PROMPT | Return every line of the data exactly as it appears.

(MATERIALS PROVIDED Opens)

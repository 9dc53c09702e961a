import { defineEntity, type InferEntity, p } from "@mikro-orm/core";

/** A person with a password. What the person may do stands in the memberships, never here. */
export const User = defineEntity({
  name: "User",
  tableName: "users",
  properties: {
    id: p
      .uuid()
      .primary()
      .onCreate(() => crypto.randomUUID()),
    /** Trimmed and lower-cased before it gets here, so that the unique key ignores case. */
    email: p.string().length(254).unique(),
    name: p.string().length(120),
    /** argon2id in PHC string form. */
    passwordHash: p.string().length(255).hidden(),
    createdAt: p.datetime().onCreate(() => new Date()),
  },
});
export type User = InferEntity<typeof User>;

(MATERIALS PROVIDED Closes)

ANSWER TO THIS TASK |
repository 9dc53c09702e961a
import { defineEntity, type InferEntity, p } from "@mikro-orm/core";

/** A person with a password. What the person may do stands in the memberships, never here. */
export const User = defineEntity({
  name: "User",
  tableName: "users",
  properties: {
    id: p
      .uuid()
      .primary()
      .onCreate(() => crypto.randomUUID()),
    /** Trimmed and lower-cased before it gets here, so that the unique key ignores case. */
    email: p.string().length(254).unique(),
    name: p.string().length(120),
    /** argon2id in PHC string form. */
    passwordHash: p.string().length(255).hidden(),
    createdAt: p.datetime().onCreate(() => new Date()),
  },
});
export type User = InferEntity<typeof User>;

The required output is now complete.